━━ RECORD EXCERPTS ━━
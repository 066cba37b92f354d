import type { EntityManager, SelectQueryBuilder } from 'typeorm';
import type { AppAbility } from '@shared/abilities';
import type { ChartReading, ReplyView } from '@shared/schemas/question-views';
import { errors } from '../../lib/app-error';
import { whereAllowed } from '../access';
import { valuesOf, WaterTest } from '../tanks';
import { Question } from './question.entity';
import type { SummaryRow } from './question.presenter';
import { DAY_MS } from '@shared/care/time';

/** How far either side of the test the question's chart reaches. */
export const CHART_WINDOW_DAYS = 14;
const LIST_LIMIT = 200;

/** The author of the newest reply, or the asker while there is none: who spoke last. */
const LAST_AUTHOR = `COALESCE((SELECT r.author_id FROM question_reply r WHERE r.question_id = q.id ORDER BY r.created_at DESC, r.id DESC LIMIT 1), q.asker_id)`;

/**
 * Open questions per tank whose last message is the asker's (nobody has answered it since), for the mentor desk.
 * Every tank asked about is in the map, 0 when none are waiting.
 */
export async function unansweredCountsByTank(
  manager: EntityManager,
  clubId: string,
  tankIds: readonly string[],
): Promise<Map<string, number>> {
  const counts = new Map<string, number>(tankIds.map((id) => [id, 0]));
  if (!tankIds.length) return counts;
  const rows: { tankId: string; n: number }[] = await manager.query(
    `SELECT q.tank_id AS "tankId", count(*)::int AS n
       FROM question q
      WHERE q.club_id = $1 AND q.tank_id = ANY($2::uuid[]) AND q.status = 'open' AND ${LAST_AUTHOR} = q.asker_id
      GROUP BY q.tank_id`,
    [clubId, [...tankIds]],
  );
  for (const r of rows) counts.set(r.tankId, r.n);
  return counts;
}

function summaries(manager: EntityManager): SelectQueryBuilder<Question> {
  return manager
    .createQueryBuilder(Question, 'q')
    .innerJoin('tank', 't', 't.id = q.tank_id')
    .innerJoin('app_user', 'u', 'u.id = q.asker_id')
    .select('q.id', 'id')
    .addSelect('q.club_id', 'clubId')
    .addSelect('q.tank_id', 'tankId')
    .addSelect('t.name', 'tankName')
    .addSelect('q.asker_id', 'askerId')
    .addSelect('u.display_name', 'askerName')
    .addSelect(`q.snapshot -> 'subject' ->> 'kind'`, 'aboutKind')
    .addSelect(
      `COALESCE(q.snapshot -> 'subject' ->> 'takenAt', q.snapshot -> 'subject' ->> 'occurredAt')`,
      'aboutAt',
    )
    .addSelect('q.title', 'title')
    .addSelect('q.status', 'status')
    .addSelect('q.created_at', 'createdAt')
    .addSelect('q.answered_at', 'answeredAt')
    .addSelect('(SELECT count(*)::int FROM question_reply r WHERE r.question_id = q.id)', 'replyCount')
    .addSelect(
      'COALESCE((SELECT max(r.created_at) FROM question_reply r WHERE r.question_id = q.id), q.created_at)',
      'lastActivityAt',
    )
    .addSelect(LAST_AUTHOR, 'lastAuthorId');
}

/** The club's questions the viewer may read, filtered by the permission rules in SQL; newest activity first. */
export async function listQuestions(
  manager: EntityManager,
  ability: AppAbility,
  clubId: string,
  filter: { status: 'open' | 'all'; tankId?: string },
): Promise<SummaryRow[]> {
  const qb = summaries(manager).where('q.club_id = :clubId', { clubId });
  if (filter.status === 'open') qb.andWhere(`q.status = 'open'`);
  if (filter.tankId) qb.andWhere('q.tank_id = :tankId', { tankId: filter.tankId });
  whereAllowed(qb, ability, 'read', 'Question', { clubId: 'q.club_id', askerId: 'q.asker_id' });
  return qb
    .orderBy('"lastActivityAt"', 'DESC')
    .addOrderBy('q.id', 'DESC')
    .limit(LIST_LIMIT)
    .getRawMany<SummaryRow>();
}

export async function summaryOf(manager: EntityManager, questionId: string): Promise<SummaryRow> {
  const row = await summaries(manager).where('q.id = :questionId', { questionId }).getRawOne<SummaryRow>();
  if (!row) throw errors.notFound('That question');
  return row;
}

/** The question in this club, or 404: an id from another club does not exist here. */
export async function loadQuestion(
  manager: EntityManager,
  clubId: string,
  questionId: string,
  lock = false,
): Promise<Question> {
  const qb = manager
    .createQueryBuilder(Question, 'q')
    .where('q.id = :questionId AND q.club_id = :clubId', { questionId, clubId });
  if (lock) qb.setLock('pessimistic_write');
  const question = await qb.getOne();
  if (!question) throw errors.notFound('That question');
  return question;
}

export async function repliesOf(manager: EntityManager, questionId: string): Promise<ReplyView[]> {
  const rows: { id: string; authorId: string; authorName: string; body: string; createdAt: Date }[] =
    await manager.query(
      `SELECT r.id, r.author_id AS "authorId", u.display_name AS "authorName", r.body, r.created_at AS "createdAt"
       FROM question_reply r JOIN app_user u ON u.id = r.author_id
      WHERE r.question_id = $1 ORDER BY r.created_at, r.id`,
      [questionId],
    );
  return rows.map((r) => ({
    id: r.id,
    author: { userId: r.authorId, displayName: r.authorName },
    body: r.body,
    createdAt: new Date(r.createdAt).toISOString(),
  }));
}

/** The tank's readings as they are today, two weeks either side of `at`, oldest first. */
export async function readingsAround(
  manager: EntityManager,
  tankId: string,
  at: string,
): Promise<ChartReading[]> {
  const centre = Date.parse(at);
  const rows = await manager
    .createQueryBuilder(WaterTest, 'w')
    .where('w.tank_id = :tankId AND w.taken_at BETWEEN :from AND :to', {
      tankId,
      from: new Date(centre - CHART_WINDOW_DAYS * DAY_MS),
      to: new Date(centre + CHART_WINDOW_DAYS * DAY_MS),
    })
    .orderBy('w.taken_at', 'ASC')
    .addOrderBy('w.id', 'ASC')
    .limit(500)
    .getMany();
  return rows.map((w) => ({ id: w.id, takenAt: w.takenAt.toISOString(), values: valuesOf(w) }));
}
━━━
* YOUR GOAL:
The expected answer is a copy of each line in the records that holds the word "either".

* RESPONSE TO THIS EXERCISE:
/** How far either side of the test the question's chart reaches. */
/** The tank's readings as they are today, two weeks either side of `at`, oldest first. */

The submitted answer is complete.